Activity
The records follow. Filter them to the lines that hold "submittedJob".

Collected data entries
----
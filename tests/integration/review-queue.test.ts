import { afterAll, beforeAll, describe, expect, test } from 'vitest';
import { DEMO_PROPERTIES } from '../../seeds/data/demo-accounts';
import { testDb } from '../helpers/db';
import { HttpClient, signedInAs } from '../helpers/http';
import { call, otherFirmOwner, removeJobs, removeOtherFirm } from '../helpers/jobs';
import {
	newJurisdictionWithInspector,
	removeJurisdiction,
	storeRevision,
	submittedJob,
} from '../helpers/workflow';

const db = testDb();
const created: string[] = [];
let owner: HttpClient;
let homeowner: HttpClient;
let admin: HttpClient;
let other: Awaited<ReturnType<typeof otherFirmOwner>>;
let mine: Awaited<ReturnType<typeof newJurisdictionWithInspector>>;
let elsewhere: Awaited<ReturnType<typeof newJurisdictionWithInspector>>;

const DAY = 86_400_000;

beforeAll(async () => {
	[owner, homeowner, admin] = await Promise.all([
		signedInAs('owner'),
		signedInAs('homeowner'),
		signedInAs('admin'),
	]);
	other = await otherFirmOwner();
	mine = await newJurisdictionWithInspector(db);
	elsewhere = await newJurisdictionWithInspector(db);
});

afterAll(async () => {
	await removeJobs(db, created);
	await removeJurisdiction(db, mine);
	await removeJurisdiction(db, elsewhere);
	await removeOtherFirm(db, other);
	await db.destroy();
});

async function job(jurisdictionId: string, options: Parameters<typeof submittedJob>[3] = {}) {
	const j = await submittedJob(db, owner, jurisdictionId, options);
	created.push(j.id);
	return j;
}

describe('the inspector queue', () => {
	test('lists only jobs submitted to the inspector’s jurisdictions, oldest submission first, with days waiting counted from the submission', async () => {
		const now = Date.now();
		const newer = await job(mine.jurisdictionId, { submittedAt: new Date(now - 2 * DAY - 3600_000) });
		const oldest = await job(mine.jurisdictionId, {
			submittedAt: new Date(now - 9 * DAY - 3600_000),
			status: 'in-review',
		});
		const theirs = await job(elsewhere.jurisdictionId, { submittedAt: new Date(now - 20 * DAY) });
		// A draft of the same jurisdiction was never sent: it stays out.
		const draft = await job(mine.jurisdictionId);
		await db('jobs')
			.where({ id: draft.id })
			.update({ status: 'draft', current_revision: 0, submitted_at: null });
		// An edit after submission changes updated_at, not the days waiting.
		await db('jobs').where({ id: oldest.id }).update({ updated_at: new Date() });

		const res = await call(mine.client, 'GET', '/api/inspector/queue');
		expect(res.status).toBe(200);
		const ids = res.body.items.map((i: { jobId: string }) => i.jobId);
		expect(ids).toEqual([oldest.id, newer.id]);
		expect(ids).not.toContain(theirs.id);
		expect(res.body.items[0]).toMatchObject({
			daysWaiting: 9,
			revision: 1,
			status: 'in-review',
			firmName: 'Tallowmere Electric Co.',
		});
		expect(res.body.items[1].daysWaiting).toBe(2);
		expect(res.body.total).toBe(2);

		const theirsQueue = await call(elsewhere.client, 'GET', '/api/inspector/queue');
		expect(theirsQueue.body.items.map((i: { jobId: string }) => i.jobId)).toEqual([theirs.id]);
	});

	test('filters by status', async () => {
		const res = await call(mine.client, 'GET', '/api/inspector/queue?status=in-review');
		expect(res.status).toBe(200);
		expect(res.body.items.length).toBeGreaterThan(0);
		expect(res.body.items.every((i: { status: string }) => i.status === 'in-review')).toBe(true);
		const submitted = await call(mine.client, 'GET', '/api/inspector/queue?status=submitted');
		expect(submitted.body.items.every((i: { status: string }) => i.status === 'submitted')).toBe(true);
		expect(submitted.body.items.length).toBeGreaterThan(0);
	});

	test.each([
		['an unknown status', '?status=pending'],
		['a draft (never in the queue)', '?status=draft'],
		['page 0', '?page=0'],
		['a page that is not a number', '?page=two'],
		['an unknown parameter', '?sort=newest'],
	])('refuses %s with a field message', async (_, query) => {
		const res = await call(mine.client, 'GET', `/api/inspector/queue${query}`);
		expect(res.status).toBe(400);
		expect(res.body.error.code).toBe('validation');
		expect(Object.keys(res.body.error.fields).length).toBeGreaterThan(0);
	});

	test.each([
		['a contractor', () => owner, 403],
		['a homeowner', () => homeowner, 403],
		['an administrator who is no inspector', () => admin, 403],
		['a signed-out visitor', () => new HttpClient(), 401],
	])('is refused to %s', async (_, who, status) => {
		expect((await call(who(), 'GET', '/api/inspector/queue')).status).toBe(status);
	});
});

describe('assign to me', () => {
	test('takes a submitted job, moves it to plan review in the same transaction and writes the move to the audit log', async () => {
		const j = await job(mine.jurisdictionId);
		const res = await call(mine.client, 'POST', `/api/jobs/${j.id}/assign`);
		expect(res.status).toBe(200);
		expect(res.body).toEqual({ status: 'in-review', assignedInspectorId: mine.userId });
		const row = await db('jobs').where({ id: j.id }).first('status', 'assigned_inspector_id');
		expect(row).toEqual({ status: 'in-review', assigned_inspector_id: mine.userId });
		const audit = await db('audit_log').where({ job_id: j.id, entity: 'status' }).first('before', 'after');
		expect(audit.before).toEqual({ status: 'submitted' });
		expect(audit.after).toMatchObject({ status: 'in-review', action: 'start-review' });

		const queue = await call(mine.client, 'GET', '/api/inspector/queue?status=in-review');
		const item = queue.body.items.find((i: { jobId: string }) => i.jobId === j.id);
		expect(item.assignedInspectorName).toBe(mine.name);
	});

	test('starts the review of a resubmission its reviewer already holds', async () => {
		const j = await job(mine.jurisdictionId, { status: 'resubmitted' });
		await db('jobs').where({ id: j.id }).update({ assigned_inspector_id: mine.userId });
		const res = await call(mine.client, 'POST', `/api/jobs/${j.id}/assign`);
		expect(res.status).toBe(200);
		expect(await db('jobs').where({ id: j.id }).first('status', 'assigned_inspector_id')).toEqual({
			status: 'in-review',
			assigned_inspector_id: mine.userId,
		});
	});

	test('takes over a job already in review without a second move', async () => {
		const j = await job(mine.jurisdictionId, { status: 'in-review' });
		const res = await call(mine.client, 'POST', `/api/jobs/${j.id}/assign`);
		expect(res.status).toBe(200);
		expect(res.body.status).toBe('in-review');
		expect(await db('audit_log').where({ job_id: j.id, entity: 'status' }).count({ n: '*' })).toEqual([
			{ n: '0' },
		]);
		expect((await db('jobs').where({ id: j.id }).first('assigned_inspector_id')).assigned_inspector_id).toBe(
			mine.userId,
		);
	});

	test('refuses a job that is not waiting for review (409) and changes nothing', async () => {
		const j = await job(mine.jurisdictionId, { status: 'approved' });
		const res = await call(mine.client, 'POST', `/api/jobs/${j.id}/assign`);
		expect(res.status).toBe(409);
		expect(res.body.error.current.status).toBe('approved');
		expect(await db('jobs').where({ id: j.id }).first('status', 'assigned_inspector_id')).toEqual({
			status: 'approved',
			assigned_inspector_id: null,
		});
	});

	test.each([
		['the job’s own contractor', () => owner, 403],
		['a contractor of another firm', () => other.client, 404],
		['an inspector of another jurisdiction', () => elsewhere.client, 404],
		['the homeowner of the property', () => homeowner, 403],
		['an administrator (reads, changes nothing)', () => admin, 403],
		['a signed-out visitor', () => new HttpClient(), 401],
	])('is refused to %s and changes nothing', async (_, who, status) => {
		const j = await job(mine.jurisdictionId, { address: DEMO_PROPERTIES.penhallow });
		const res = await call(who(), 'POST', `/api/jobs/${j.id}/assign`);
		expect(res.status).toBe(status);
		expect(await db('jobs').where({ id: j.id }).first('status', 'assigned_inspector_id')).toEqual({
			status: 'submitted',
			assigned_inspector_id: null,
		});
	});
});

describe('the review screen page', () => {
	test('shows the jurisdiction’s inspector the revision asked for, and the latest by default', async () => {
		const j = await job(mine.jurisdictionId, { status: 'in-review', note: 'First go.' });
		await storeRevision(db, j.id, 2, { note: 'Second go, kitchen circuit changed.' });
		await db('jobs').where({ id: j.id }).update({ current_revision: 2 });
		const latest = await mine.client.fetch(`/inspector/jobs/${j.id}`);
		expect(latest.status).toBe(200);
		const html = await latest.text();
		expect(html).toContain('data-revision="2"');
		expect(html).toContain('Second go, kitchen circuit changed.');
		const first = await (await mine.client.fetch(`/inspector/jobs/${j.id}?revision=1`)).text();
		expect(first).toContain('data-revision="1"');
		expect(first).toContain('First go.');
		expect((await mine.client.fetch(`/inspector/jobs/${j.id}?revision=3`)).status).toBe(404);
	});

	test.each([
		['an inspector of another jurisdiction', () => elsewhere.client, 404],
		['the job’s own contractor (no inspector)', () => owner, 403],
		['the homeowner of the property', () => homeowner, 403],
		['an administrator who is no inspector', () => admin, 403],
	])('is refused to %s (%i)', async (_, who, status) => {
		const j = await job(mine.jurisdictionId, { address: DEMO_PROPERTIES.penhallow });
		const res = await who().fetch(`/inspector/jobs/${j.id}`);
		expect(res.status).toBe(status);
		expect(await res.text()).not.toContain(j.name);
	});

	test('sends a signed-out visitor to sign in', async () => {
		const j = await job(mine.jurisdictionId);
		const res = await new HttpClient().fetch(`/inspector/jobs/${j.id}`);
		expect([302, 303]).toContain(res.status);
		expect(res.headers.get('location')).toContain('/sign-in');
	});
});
----
Exercise output
	submittedJob,
async function job(jurisdictionId: string, options: Parameters<typeof submittedJob>[3] = {}) {
	const j = await submittedJob(db, owner, jurisdictionId, options);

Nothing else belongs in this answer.